Tanya Jennings describes their upbringing, along with fellow siblings John and Jeff, as typical.

“Then, we moved to Negaunee, where both sets of grandparents lived and we lived about a block away from them. And, again we lived in these small neighborhoods. You generally played with kids that lived around where you lived,” Tanya Jennings said. “So we played outside mid-morning until early evening. You know, you always had to be home for dinner, and you had to be home when it started getting dark.”

By the time he entered junior high school in Negaunee, Jason Jennings had already developed a gift for public speaking and an interest in radio.

“Jason and a friend built a transmitter, and connected to a frequency and were actually spinning records,” she said. “I remember because he made me sit at the kitchen table and take requests.”

True to form, in high school, Jason Jennings worked for a radio station in west Ishpeming where he stayed until the early 1970s when he moved to downstate Southfield.

He had attended Northern Michigan University for a year in 1970 before transferring to the University of Detroit Mercy, earning a bachelor’s degree in political science, according to a 2017 Mining Journal article.

He worked in talk radio there for a while, she said, before transitioning into marketing, eventually moving to California to become the youngest radio station group owner in the nation.

He later founded a media consulting firm where his programming and sales strategies are credited with revolutionizing parts of the broadcasting industry.

Tanya Jennings said Jason Jennings and his long time partner George Staubli had spent summers at the log home they built on Petticoat Lake for over a decade.

“They spent a lot of time there. It was nice. And I think they really just were pretty much laid back,” Tanya Jennings said. “They would do a lot of hiking, walking, they would do a lot of little car day trips when Jason would show George some of the parts to the Upper Peninsula, some of the … places that he remembered visiting as a child. It was a time, I think to just appreciate nature and enjoy the slower pace. And for Jason, I think it was an opportunity to reconnect and recharge.”

Jason Jennings was passionate about learning new things and delving into new cultures. He could speak several languages and visited over 100 countries in his storied career.

But he also took time for simpler things. He learned how to play the viola at the age of 50, and always made time for his family, bringing first his grandparents, and then, his mother for extended stays in California over the winter.
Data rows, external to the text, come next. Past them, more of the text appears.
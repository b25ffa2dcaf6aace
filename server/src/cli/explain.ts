import { nearestWord } from "../notation/spelling.ts";
import { catalogue } from "../plan/findings.ts";
import { explain as explanation } from "../report/pages.ts";
import { emit } from "./output.ts";
import { UsageError } from "./usageError.ts";

/** `plumbline explain CODE`: the page of a finding, as the editor opens it; without a code, what there is. */
export async function explain(code: string | undefined): Promise<number> {
  if (code === undefined) {
    await emit(everyCode(), {});
    return 0;
  }
  const text = explanation(code.toLowerCase());
  if (text === null) {
    const codes = Object.keys(catalogue);
    const nearest = nearestWord(code, codes);
    throw new UsageError(
      `There is no finding ${code}${nearest ? `; did you mean ${nearest}?` : ": `plumbline explain` lists them."}`,
    );
  }
  await emit(text.endsWith("\n") ? text : `${text}\n`, {});
  return 0;
}

/** Every code with its title, in the catalogue's order. */
function everyCode(): string {
  const entries = Object.entries(catalogue);
  const width = Math.max(...entries.map(([code]) => code.length));
  return entries.map(([code, { title }]) => `${code.padEnd(width)}  ${title}\n`).join("");
}
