import assert from "node:assert/strict";
import { execFileSync } from "node:child_process";
import { readFile, rm, writeFile } from "node:fs/promises";
import { join } from "node:path";
import * as vscode from "vscode";
import { hasPage, page } from "./page.ts";
import { sameAsCommandLine } from "./sameAsCommandLine.ts";
import {
  codeOf,
  edited,
  eventually,
  hintLabels,
  hints,
  lineOf,
  openNote,
  problems,
  startOf,
  type Test,
} from "./workbench.ts";

/** What the commands of the extension do. Opening the demo is among the tests of the page, for it opens one. */
export const commandTests: readonly Test[] = [
  [
    "hints are turned off and on again",
    async () => {
      const { document } = await openNote("winter-shuttle.plumb");
      await vscode.commands.executeCommand("plumbline.toggleHints");
      await eventually("no hints", async () => assert.equal((await hintLabels(document)).length, 0));
      await vscode.commands.executeCommand("plumbline.toggleHints");
      await eventually("hints again", async () => assert.ok((await hintLabels(document)).length > 15));
    },
  ],
  [
    "hints are shown by kind",
    async () => {
      const { document } = await openNote("winter-shuttle.plumb");
      const settings = () => vscode.workspace.getConfiguration("plumbline").get<string[]>("hints.kinds", []);
      const all = settings();
      await vscode.commands.executeCommand("plumbline.chooseHints", ["banks"]);
      await eventually("hints of banks alone", async () => {
        const labels = await hintLabels(document);
        assert.ok(labels.length > 3);
        for (const label of labels) assert.match(label, /^≈ (?:warning|stall) at /);
      });
      await vscode.commands.executeCommand("plumbline.chooseHints", all);
      await eventually("all hints", async () => assert.ok((await hintLabels(document)).length > 15));
      assert.deepEqual(settings(), all);
    },
  ],
  [
    "hints are hidden for one note and stay in another",
    async () => {
      const other = await openNote("steep-turns.plumb");
      const { document } = await openNote("winter-shuttle.plumb");
      await vscode.commands.executeCommand("plumbline.toggleHintsOfNote");
      await eventually("no hints", async () => assert.equal((await hintLabels(document)).length, 0));
      assert.ok((await hintLabels(other.document)).length > 5);
      await vscode.commands.executeCommand("plumbline.toggleHintsOfNote");
      await eventually("hints again", async () => assert.ok((await hintLabels(document)).length > 15));
    },
  ],
  [
    "lines are copied with their values, in each form",
    async () => {
      const { document, editor } = await openNote("winter-shuttle.plumb");
      const line = lineOf(document, "Noise turn");
      editor.selection = new vscode.Selection(line, 0, line + 2, 0);
      const label = (await hints(document)).find((hint) => hint.line === line)?.text ?? "";
      for (const form of ["text", "markdown", "html"]) {
        await vscode.commands.executeCommand("plumbline.copyWithValues", form);
        const copied = (await vscode.env.clipboard.readText()).replaceAll("\\", "");
        assert.ok(copied.includes(label), `${label} in\n${copied}`);
        assert.match(copied, /not approved data/);
        assert.match(copied, /burn 380 kg/);
        assert.doesNotMatch(copied, /bank 32/);
      }
    },
  ],
  [
    "the server is restarted and answers again",
    async () => {
      const { document } = await openNote("winter-shuttle.plumb");
      await vscode.commands.executeCommand("plumbline.restartServer");
      await eventually("hints after the restart", async () =>
        assert.ok((await hintLabels(document)).length > 15),
      );
      await sameAsCommandLine("winter-shuttle.plumb");
    },
  ],
  [
    "a server that was killed is started again, and what it shows comes back",
    async () => {
      const { document } = await openNote("winter-shuttle.plumb");
      await eventually("hints", async () => assert.ok((await hintLabels(document)).length > 15));
      const before = serverProcess();
      process.kill(before, "SIGKILL");
      await eventually("another server", () => assert.notEqual(serverProcess(), before));
      await eventually("hints again", async () => assert.ok((await hintLabels(document)).length > 15));
      await sameAsCommandLine("winter-shuttle.plumb");
    },
  ],
  [
    "the problems of a note that nobody opened are listed",
    async () => {
      const folder = vscode.workspace.workspaceFolders?.[0];
      assert.ok(folder);
      const never = vscode.Uri.joinPath(folder.uri, "night-mail-2.plumb");
      await eventually("its findings", () =>
        assert.deepEqual(problems(never).map(codeOf).sort(), ["bank-over-advice", "reference-config"]),
      );
      assert.ok(!vscode.workspace.textDocuments.some((one) => one.uri.toString() === never.toString()));
    },
  ],
  [
    "a note that was never saved is not compared, and is told so",
    async () => {
      const untitled = await vscode.workspace.openTextDocument({
        language: "plumb",
        content: "| weight 5 t",
      });
      await vscode.window.showTextDocument(untitled);
      await vscode.commands.executeCommand("plumbline.compareWithCommitted");
      assert.deepEqual(comparisonsOpen(), []);
      if (hasPage) {
        await eventually("the reason", async () => {
          const told = await page.texts(".notifications-toasts .notification-list-item-message");
          assert.match(told.join("\n"), /Save the note as a file in a Git repository first/);
        });
      }
      await vscode.commands.executeCommand("workbench.action.revertAndCloseActiveEditor");
    },
  ],
  [
    "a note is compared with its last commit, and its cards with theirs",
    async () => {
      const { document } = await openNote("winter-shuttle.plumb");
      const folder = join(document.uri.fsPath, "..");
      const cards = join(folder, "aeroplanes.plumb");
      const cardsBefore = await readFile(cards, "utf8");
      try {
        await refused("lies in no Git repository, so there is no commit to compare it with.");
        git(folder, "init", "--quiet");
        await refused("The repository has no commit yet: commit the note first.");
        git(folder, "add", "limits.plumb", "aeroplanes.plumb");
        git(folder, "commit", "--quiet", "-m", "The rules");
        await refused("winter-shuttle.plumb is not in the last commit: commit it first.");
        git(folder, "add", "winter-shuttle.plumb");
        git(folder, "commit", "--quiet", "-m", "The plan");
        await edited(document, async () => {
          const at = startOf(document, "bank 32 left");
          const edit = new vscode.WorkspaceEdit();
          edit.replace(document.uri, new vscode.Range(at, at.translate(0, 7)), "bank 28");
          await vscode.workspace.applyEdit(edit);
          const text = await comparisonWith(/\| bank 32 left \| bank 28 left \|/);
          assert.match(text, /gone, error: Bank 32°/);
          assert.match(text, /not approved data/);
          assert.doesNotMatch(text, /The card/);
          if (hasPage) await drawn(/gone, error: Bank 32° exceeds/);
        });
        await writeFile(cards, cardsBefore.replace("stall 127 kt", "stall 129 kt"));
        const text = await comparisonWith(/The card brambling-37 has changed \(aeroplanes\.plumb, line 7\)/);
        assert.match(text, /not edited; the card brambling-37 changed/);
        assert.doesNotMatch(text, /bank 28/);
        if (hasPage) await drawn(/The card brambling-37 has changed/);
        const tabs = vscode.window.tabGroups.all.flatMap((group) => group.tabs);
        assert.equal(tabs.filter((tab) => tab.label.includes("since its last commit")).length, 1);
      } finally {
        await writeFile(cards, cardsBefore);
        await rm(join(folder, ".git"), { recursive: true, force: true });
        await vscode.commands.executeCommand("workbench.action.closeEditorsInOtherGroups");
      }
    },
  ],
];

/** The process of the server, which this host has started. */
function serverProcess(): number {
  const found = execFileSync("pgrep", ["-P", String(process.pid), "-f", "main.node.cjs"], {
    encoding: "utf8",
  });
  return Number(found.trim().split("\n")[0]);
}

/** Git as somebody of the tests, whatever this machine says of its user. */
function git(folder: string, ...args: string[]): void {
  const somebody = ["-c", "user.name=Somebody", "-c", "user.email=somebody@example.invalid"];
  execFileSync("git", [...somebody, "-c", "commit.gpgsign=false", ...args], { cwd: folder });
}

/** Runs the comparison until the editor tells why it cannot be made, where there is a page to read that on. */
async function refused(message: string): Promise<void> {
  await eventually(message, async () => {
    await openNote("winter-shuttle.plumb");
    await vscode.commands.executeCommand("plumbline.compareWithCommitted");
    assert.deepEqual(comparisonsOpen(), []);
    if (!hasPage) return;
    const told = await page.texts(".notifications-toasts .notification-list-item-message");
    assert.ok(
      told.some((one) => one.includes(message)),
      told.join("\n"),
    );
  });
}

/** Runs the comparison until it says what is looked for, and its preview is there; gives its text. */
async function comparisonWith(what: RegExp): Promise<string> {
  return eventually(`a comparison with ${what}`, async () => {
    const folder = vscode.workspace.workspaceFolders?.[0];
    assert.ok(folder);
    // Beside the preview, and not in its place.
    const note = vscode.Uri.joinPath(folder.uri, "winter-shuttle.plumb");
    await vscode.window.showTextDocument(note, { viewColumn: vscode.ViewColumn.One, preview: false });
    await vscode.commands.executeCommand("plumbline.compareWithCommitted");
    const tabs = vscode.window.tabGroups.all.flatMap((group) => group.tabs);
    assert.ok(
      tabs.some((tab) => tab.label.includes("winter-shuttle.plumb since its last commit")),
      tabs.map((tab) => tab.label).join(", "),
    );
    const text = comparisonsOpen().join("");
    assert.match(text, what);
    return text;
  });
}

/** Waits until the preview shows a text, the newest one; a picture of it is saved. */
async function drawn(text: RegExp): Promise<void> {
  await vscode.commands.executeCommand("workbench.action.closePanel");
  await vscode.commands.executeCommand("notifications.clearAll");
  await eventually(`a preview with ${text}`, async () =>
    assert.match((await page.frames()).join("\n"), text),
  );
  await page.screenshot("compare");
}

function comparisonsOpen(): readonly string[] {
  return vscode.workspace.textDocuments
    .filter((one) => one.uri.scheme === "plumbline-comparison")
    .map((one) => one.getText());
}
She said Jason Jennings continued to be family-minded and people-focused later in his life, a pattern she credits, in part, to his U.P. upbringing.

“You know, I do remember my dad being involved in (the) community,” she said. “He thought that Negaunee was the greatest place to live and the only place to live. And my dad loved people, Jason loved people, I work in HR, working with people. My other brother teaches, so obviously he is involved with kids. My other brother works for Lakeshore, he is in quality management type (of) things. He works with people. That would be the one thing…you can always be involved in people and you can always be kind to people.”

She said her brother never forgot his family or his U.P. roots.

“As much as he was — as my mom would say, ‘hobnobbing with the best of them,’ he never forgot where he came from and what family was, he was always very, very connected to family.”

Perhaps the best description of Jason Jennings comes from the night when he was the keynote speaker at NMU spring commencement in 2017.

In introducing Jennings at a reception the night before the ceremony NMU President Fritz Erickson said: “I’ve told you about Jason’s accomplishments, but I want to add one more thing,” concluding, “I’ve spoken to many people about Jason and the one word that’s always used to describe him is that he’s a nice man.”